About structures of 1850-1860: Buildings were the same as now. The cottage was unusually large; the oldest building with side room very small with a window. The stuga had 3 windows 2 on the side in the attic. The cottage was fitted with one bed and a door on the same side. Beds were made of boards, the lower beds for maids and farm daughters, upper beds for farm hands and farm sons. Large fireplace with separate baking pit. The fireplace lighted the cottage at the time food was prepared. At Borg home there were 5 separate farmers and all worked more or less with fish.

Around the outer wall was an open bench (suitable for cats to manage). Benches fixed to the wall began to disappear in the 1860s or at the same time as covered beds were replaced with sofa beds and bench sofas along the entire long side, ususally 3 with one after the other, that could be dragged out at night for two people. On the yard side by the window was fastened a long board shelf for sheets and such that were needed.

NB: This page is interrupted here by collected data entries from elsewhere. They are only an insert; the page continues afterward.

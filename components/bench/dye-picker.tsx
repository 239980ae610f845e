"use client";

import { useId, useMemo, useState } from "react";

export type DyeOption = { id: string; code: string; name: string; synonyms: string[]; dyeClass: string };

/** A searchable dye picker: type part of a code, name or synonym, then pick with the arrow keys and Enter, or a click. */
export function DyePicker({ dyes, value, onChange, label, hideLabel = false }: { dyes: DyeOption[]; value: string; onChange: (id: string) => void; label: string; hideLabel?: boolean }) {
  const id = useId();
  const chosen = dyes.find((d) => d.id === value);
  const [text, setText] = useState("");
  const [open, setOpen] = useState(false);
  const [active, setActive] = useState(0);
  const matches = useMemo(() => {
    const q = text.trim().toLowerCase();
    const list = q
      ? dyes.filter((d) => d.code.toLowerCase().includes(q) || d.name.toLowerCase().includes(q) || d.dyeClass.toLowerCase().includes(q) || d.synonyms.some((s) => s.toLowerCase().includes(q)))
      : dyes;
    return list.slice(0, 8);
  }, [dyes, text]);

  const pick = (d: DyeOption) => {
    onChange(d.id);
    setText("");
    setOpen(false);
  };

  return (
    <div className="relative space-y-1">
      <label htmlFor={id} className={hideLabel ? "sr-only" : "block text-xs font-semibold text-ink-soft"}>
        {label}
      </label>
      <input
        id={id}
        role="combobox"
        aria-expanded={open}
        aria-controls={`${id}-list`}
        aria-autocomplete="list"
        aria-activedescendant={open && matches[active] ? `${id}-${matches[active].id}` : undefined}
        value={open ? text : chosen ? `${chosen.code} · ${chosen.name}` : text}
        placeholder="Type a code or name"
        onFocus={() => {
          setOpen(true);
          setText("");
          setActive(0);
        }}
        onBlur={() => setTimeout(() => setOpen(false), 120)}
        onChange={(e) => {
          setText(e.target.value);
          setOpen(true);
          setActive(0);
        }}
        onKeyDown={(e) => {
          if (e.key === "ArrowDown") {
            e.preventDefault();
            setActive((a) => Math.min(a + 1, matches.length - 1));
          } else if (e.key === "ArrowUp") {
            e.preventDefault();
            setActive((a) => Math.max(a - 1, 0));
          } else if (e.key === "Enter" && open && matches[active]) {
            e.preventDefault();
            pick(matches[active]);
          } else if (e.key === "Escape") setOpen(false);
        }}
        className="min-h-10 w-full rounded-md border border-line bg-white px-2 text-sm focus:border-accent focus:outline-none"
      />
      {open && (
        <ul id={`${id}-list`} role="listbox" aria-label={`${label}: matching dyes`} className="absolute z-20 mt-1 max-h-72 w-full min-w-[16rem] overflow-auto rounded-lg border border-line bg-white shadow-lg">
          {matches.length === 0 && (
            <li className="px-3 py-2 text-sm text-ink-soft">
              No dye matches “{text}”.{" "}
              <a
                href={`/catalogue/new?name=${encodeURIComponent(text.trim())}`}
                target="_blank"
                rel="noopener"
                onMouseDown={(e) => e.preventDefault()}
                className="font-semibold text-accent underline"
              >
                Add it to the catalogue
              </a>{" "}
              (opens in a new tab; come back and type its code).
            </li>
          )}
          {matches.map((d, i) => (
            <li
              key={d.id}
              id={`${id}-${d.id}`}
              role="option"
              aria-selected={i === active}
              onMouseDown={(e) => {
                e.preventDefault();
                pick(d);
              }}
              className={`cursor-pointer px-3 py-2.5 text-sm ${i === active ? "bg-accent-soft" : ""}`}
            >
              <span className="font-mono text-xs font-semibold">{d.code}</span> · {d.name} <span className="text-xs text-ink-soft">({d.dyeClass})</span>
            </li>
          ))}
        </ul>
      )}
    </div>
  );
}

The walls were covered with sawdust plaster and then painted with light blue watercolor with white dots.

(Johan Eriksson Lågland was my father’s uncle (brother of his mother). Many times I heard my father speak of Johan/John who worked for the gypsum company in Alabaster, Michigan during one of his visits to America. I wish my father could have seen this hand-written journal which I found printed in “Storby, Min Hemby”.)

Translated by June Pelo

[1]

Picture of Gambel Lågland – the old Lågland house.